Why it matters:These are disappointing decisions because the point of this legislation was to encourage the redevelopment of existing commercial properties into dwellings, to address housing shortages and use “brownfield” sites. It is hoped that the Office of Tax Simplification will look at this as part of its current review of VAT,  as the complexity of the rules and HMRC’s enforcment of them appears to be thwarting that policy intention.

Developers and builders need to understand the rules about conversions to maximise VAT recovery and avoid errors. If you would like to discuss this case or similar developments give us a call.

UK VAT exemption for welfare services incompatible with EU law?

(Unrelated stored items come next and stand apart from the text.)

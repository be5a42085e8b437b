import { afterAll, beforeAll, describe, expect, it } from "vitest";

import { call, freshDatabase, signInAt, sqlFor, startApp, type App } from "../helpers/system";

/**
 * docs/architecture.md's claim, tested: app instances are stateless — sessions live in the
 * database — so a load balancer may send any request to any instance.
 */
let a: App, b: App;
let sql: ReturnType<typeof sqlFor>;
beforeAll(async () => {
  const url = freshDatabase();
  sql = sqlFor(url);
  // Both instances answer for one public address, as they would behind a load balancer.
  [a, b] = await Promise.all([
    startApp(3201, { APP_URL: "http://127.0.0.1:3201" }),
    startApp(3202, { APP_URL: "http://127.0.0.1:3201" }),
  ]);
}, 120_000);
afterAll(async () => {
  await Promise.all([a?.stop(), b?.stop()]);
  await sql?.end();
});

describe("two app instances on one database", () => {
  it("a user signed in on one is served by the other, and a save on one is seen on the other", async () => {
    const origin = a.url;
    const { cookie } = await signInAt(
      a.url,
      "tuner@demo.fuelwright.test",
      "fuelwright-demo",
      origin,
    );
    const onB = await call(b.url, cookie, "GET", "/api/v1/builds", undefined, origin);
    expect(onB.status).toBe(200);
    expect(onB.json.builds.length).toBeGreaterThan(0);
    const page = await call(b.url, cookie, "GET", "/builds", undefined, origin);
    expect(page.status).toBe(200);
    expect(page.text).toContain("Teodor Vance");

    const id = "10000000-0000-4000-8000-000000000002";
    const cur = await call(a.url, cookie, "GET", `/api/v1/builds/${id}`, undefined, origin);
    const saved = await call(
      a.url,
      cookie,
      "PATCH",
      `/api/v1/builds/${id}`,
      {
        version: cur.json.build.version,
        title: "Saved on instance A",
        inputs: cur.json.build.inputs,
      },
      origin,
    );
    expect(saved.status).toBe(200);
    const seen = await call(b.url, cookie, "GET", `/api/v1/builds/${id}`, undefined, origin);
    expect(seen.json.build).toMatchObject({
      title: "Saved on instance A",
      version: cur.json.build.version + 1,
    });
    // Signing out on B ends the session everywhere.
    expect((await call(b.url, cookie, "POST", "/api/auth/sign-out", {}, origin)).status).toBe(200);
    expect((await call(a.url, cookie, "GET", "/api/v1/builds", undefined, origin)).status).toBe(
      401,
    );
  });

  it("with an https address the session cookie is Secure (and __Secure- prefixed), HttpOnly and SameSite", async () => {
    const c = await startApp(3203, { APP_URL: "https://fuelwright.example.test" });
    try {
      const { setCookie } = await signInAt(
        c.url,
        "counter@demo.fuelwright.test",
        "fuelwright-demo",
        "https://fuelwright.example.test",
      );
      const session = setCookie.find((x) => /session_token=/.test(x))!;
      expect(session).toMatch(/^__Secure-/);
      expect(session).toMatch(/;\s*Secure/i);
      expect(session).toMatch(/;\s*HttpOnly/i);
      expect(session).toMatch(/;\s*SameSite=Lax/i);
    } finally {
      await c.stop();
    }
  }, 90_000);
});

The First Tier Tribunal (FTT) has suggested, not for the first time, that the UK exemption for welfare services is in breach of EU law, so taxpayers supplying services may be entitled to invoke exemption under the principle of direct effect

Learning Centre (Romford) Ltd (TLC) provided education, activities, and entertainment to vulnerable adults with learning difficulties during working hours, Monday to Friday. TLC provided the students attending the centre with meals, including assistance with eating where required, administered medication, and personal care.  HMRC accepted that TLC provided ‘welfare services’ but did not agree that TLC met the conditions to exempt those services from VAT. Under UK legislation welfare services are exempt only when supplied by charities public bodies and “state regulated private welfare institutions or agencies”. HMRC did not accept that TLC was state regulated.

The Tribunal agreed that TLC was not state regulated as defined by the legislation, but went on to rule that the UK has unlawfully exercised the discretion conferred on it by the EU VAT Directive in choosing the regulation of welfare facilities as the criterion by which suppliers devoted to social wellbeing are ‘recognised’ for exemption, because the law on regulation could lead to discrimination in VAT treatment between identical services. It ruled that as the UK’s implementation of the welfare services exemption was unlawful, the company was entitled to rely on the direct effect of the VAT Directive and as a body devoted to social wellbeing its supplies were, and always have been, exempt.

Why it matters: This decision could be very significant for other providers of welfare services, but it seems likely that HMRC will seek to appeal, having done so in an earlier case where the FTT came to a similar conclusion for different reasons. It remains to be seen whether this kind of distortion will be left in UK VAT legislation when we exit the EU.